The stretch from the line with "both evaluated. */" through the line with "second: number" in the records below: write it out exactly, and nothing else.

---------------

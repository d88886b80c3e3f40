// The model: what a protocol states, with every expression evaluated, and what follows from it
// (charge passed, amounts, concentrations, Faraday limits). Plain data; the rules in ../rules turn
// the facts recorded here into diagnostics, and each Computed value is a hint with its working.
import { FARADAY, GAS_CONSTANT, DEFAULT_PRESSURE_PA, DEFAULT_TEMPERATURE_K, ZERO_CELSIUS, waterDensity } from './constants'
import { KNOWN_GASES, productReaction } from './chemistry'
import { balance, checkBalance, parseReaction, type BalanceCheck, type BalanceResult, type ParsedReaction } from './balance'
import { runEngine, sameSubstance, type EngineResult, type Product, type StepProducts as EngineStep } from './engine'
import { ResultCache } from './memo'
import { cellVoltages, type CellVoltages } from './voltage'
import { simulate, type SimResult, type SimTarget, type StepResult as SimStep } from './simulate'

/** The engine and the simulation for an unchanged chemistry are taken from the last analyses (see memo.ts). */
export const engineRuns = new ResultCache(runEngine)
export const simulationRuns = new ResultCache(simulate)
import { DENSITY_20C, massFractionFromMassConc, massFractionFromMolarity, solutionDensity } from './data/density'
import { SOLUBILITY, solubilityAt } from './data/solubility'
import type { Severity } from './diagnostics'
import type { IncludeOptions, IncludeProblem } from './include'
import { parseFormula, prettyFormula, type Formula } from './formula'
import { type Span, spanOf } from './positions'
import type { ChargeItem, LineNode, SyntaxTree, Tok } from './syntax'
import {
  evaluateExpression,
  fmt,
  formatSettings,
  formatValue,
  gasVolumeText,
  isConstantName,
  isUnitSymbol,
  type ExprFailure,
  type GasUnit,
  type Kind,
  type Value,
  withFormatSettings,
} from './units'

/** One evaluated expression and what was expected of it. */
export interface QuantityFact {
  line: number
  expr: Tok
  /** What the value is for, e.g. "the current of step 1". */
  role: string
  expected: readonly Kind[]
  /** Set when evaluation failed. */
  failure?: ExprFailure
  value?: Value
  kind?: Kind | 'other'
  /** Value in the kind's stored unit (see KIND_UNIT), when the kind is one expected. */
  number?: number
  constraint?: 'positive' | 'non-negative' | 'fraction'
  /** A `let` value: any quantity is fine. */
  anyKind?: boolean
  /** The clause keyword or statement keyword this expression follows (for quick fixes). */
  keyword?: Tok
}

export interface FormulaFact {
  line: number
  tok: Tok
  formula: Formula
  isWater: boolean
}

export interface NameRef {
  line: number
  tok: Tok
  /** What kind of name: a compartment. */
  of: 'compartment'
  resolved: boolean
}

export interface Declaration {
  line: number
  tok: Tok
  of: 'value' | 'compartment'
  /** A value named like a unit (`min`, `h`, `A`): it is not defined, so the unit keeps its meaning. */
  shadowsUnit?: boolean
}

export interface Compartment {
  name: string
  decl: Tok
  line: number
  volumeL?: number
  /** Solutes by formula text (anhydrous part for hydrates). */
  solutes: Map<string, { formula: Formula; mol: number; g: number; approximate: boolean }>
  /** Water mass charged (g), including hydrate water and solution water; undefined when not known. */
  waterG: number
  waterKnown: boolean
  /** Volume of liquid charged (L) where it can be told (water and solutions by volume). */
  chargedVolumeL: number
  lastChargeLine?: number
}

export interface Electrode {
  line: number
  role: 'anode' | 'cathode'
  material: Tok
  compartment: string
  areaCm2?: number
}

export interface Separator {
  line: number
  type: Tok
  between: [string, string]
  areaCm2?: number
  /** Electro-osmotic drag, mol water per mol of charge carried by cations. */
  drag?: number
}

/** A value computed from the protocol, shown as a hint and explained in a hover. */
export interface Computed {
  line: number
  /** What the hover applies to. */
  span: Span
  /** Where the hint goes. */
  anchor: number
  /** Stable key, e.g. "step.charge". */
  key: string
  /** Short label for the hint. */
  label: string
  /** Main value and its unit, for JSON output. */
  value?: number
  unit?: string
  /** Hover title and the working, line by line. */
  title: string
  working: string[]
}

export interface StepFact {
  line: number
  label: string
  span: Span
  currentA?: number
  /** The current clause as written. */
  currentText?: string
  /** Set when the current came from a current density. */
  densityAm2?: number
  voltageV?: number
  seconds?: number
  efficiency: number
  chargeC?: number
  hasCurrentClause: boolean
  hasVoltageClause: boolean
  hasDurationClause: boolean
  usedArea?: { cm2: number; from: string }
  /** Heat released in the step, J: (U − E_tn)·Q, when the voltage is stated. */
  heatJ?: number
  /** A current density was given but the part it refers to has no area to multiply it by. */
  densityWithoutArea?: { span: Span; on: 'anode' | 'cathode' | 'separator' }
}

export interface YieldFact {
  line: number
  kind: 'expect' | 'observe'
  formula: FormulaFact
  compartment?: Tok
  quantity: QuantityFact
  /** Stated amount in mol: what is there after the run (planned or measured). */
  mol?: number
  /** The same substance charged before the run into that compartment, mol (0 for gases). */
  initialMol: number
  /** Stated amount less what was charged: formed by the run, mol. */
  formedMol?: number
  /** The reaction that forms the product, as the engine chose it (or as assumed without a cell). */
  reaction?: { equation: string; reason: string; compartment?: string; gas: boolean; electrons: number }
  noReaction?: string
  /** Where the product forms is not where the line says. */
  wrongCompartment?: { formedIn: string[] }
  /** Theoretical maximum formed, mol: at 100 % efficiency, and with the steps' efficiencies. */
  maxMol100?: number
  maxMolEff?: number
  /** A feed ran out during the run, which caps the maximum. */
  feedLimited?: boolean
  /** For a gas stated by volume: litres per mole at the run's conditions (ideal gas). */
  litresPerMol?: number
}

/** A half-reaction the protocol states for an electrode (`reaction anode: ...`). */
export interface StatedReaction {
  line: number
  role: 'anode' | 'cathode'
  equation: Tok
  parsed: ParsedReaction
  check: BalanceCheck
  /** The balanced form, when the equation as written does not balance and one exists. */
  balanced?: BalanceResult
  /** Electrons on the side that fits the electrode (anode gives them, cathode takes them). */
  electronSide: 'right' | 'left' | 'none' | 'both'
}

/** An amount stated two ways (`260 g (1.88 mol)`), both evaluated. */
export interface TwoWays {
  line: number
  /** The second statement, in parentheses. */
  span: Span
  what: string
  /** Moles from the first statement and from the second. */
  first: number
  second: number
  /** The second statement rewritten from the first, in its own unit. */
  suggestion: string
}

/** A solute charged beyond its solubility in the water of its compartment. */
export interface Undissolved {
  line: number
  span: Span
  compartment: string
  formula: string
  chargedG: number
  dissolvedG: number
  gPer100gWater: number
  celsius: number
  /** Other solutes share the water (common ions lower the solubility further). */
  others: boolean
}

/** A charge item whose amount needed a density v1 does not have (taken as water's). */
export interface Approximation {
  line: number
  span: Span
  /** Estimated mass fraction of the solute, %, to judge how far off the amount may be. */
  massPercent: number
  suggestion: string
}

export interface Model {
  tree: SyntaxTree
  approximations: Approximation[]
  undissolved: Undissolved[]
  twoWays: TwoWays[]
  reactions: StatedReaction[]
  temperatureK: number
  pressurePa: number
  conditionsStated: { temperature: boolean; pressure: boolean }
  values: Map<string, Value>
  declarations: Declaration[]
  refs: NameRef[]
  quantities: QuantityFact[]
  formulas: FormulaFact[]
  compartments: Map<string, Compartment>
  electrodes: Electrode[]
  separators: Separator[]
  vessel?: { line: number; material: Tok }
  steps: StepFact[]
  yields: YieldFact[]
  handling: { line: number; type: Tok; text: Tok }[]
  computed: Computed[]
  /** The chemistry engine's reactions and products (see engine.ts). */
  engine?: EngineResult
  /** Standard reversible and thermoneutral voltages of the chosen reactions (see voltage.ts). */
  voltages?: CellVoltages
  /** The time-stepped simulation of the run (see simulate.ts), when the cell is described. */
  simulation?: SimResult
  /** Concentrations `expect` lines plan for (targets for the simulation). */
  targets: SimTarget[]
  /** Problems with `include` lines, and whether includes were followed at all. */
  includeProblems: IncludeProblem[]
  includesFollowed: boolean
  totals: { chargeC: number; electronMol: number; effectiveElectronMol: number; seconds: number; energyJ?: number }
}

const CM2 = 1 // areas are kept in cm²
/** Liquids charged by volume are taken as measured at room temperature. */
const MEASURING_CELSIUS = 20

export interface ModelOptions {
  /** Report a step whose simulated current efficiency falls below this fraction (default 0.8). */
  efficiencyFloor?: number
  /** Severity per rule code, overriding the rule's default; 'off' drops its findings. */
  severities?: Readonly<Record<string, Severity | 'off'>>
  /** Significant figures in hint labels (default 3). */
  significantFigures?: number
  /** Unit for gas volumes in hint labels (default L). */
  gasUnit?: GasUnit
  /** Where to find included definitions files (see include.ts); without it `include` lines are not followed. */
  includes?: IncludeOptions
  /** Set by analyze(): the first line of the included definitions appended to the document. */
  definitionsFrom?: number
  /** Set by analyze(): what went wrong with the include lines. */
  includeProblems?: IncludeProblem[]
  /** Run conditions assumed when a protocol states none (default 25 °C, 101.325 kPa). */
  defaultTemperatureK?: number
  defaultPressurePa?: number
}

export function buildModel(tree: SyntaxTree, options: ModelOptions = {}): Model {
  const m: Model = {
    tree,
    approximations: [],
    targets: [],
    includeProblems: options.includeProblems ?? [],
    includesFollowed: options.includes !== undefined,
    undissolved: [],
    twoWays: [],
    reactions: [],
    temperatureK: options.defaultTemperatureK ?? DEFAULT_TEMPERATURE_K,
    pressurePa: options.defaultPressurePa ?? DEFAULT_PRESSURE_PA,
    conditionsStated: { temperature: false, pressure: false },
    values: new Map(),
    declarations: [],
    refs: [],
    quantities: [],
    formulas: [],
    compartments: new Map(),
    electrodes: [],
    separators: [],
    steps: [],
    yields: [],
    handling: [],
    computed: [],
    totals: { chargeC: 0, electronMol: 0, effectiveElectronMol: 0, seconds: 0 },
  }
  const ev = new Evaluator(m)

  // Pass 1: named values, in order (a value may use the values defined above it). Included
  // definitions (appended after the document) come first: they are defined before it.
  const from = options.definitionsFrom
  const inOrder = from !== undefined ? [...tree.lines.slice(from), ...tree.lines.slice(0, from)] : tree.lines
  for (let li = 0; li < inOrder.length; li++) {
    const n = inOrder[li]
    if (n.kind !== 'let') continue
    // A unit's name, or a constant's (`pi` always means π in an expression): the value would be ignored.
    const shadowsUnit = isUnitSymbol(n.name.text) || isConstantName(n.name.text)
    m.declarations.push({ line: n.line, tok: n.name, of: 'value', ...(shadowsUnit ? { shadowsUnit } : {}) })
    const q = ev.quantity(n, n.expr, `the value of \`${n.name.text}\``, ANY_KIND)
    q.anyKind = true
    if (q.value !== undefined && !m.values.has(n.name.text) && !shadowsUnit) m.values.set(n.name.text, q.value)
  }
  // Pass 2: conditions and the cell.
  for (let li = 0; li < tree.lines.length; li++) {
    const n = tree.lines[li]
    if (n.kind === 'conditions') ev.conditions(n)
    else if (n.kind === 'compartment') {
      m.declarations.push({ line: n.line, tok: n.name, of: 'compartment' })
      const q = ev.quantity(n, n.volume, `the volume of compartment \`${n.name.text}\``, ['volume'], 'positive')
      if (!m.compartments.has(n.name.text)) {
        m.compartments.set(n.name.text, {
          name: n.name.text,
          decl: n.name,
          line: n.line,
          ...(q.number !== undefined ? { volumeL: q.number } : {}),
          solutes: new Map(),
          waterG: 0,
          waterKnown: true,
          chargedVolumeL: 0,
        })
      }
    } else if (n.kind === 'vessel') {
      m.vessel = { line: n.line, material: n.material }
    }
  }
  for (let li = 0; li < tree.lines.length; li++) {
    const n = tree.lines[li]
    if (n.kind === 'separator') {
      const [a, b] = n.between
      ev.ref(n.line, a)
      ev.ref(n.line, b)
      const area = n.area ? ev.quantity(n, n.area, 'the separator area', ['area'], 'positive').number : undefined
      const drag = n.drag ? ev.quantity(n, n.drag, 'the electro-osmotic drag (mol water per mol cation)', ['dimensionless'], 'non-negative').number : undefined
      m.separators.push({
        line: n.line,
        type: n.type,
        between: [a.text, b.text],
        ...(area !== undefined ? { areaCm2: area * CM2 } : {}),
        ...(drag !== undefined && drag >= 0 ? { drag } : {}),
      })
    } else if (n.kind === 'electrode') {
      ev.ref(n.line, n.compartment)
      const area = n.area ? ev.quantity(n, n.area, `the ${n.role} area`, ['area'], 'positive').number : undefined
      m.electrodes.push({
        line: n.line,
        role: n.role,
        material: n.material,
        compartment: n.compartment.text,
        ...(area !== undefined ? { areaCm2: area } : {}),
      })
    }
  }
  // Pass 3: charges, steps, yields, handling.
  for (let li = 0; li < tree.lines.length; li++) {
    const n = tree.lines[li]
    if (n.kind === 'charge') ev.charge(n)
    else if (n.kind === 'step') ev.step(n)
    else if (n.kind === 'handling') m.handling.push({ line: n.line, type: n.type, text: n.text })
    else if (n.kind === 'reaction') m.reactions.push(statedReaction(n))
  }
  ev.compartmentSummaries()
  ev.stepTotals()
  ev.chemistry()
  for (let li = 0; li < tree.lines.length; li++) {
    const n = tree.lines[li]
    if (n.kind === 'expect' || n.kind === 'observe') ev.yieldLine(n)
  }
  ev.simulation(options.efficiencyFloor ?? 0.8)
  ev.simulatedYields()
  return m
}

---------------

• TASK RESPONSE
/** An amount stated two ways (`260 g (1.88 mol)`), both evaluated. */
export interface TwoWays {
  line: number
  /** The second statement, in parentheses. */
  span: Span
  what: string
  /** Moles from the first statement and from the second. */
  first: number
  second: number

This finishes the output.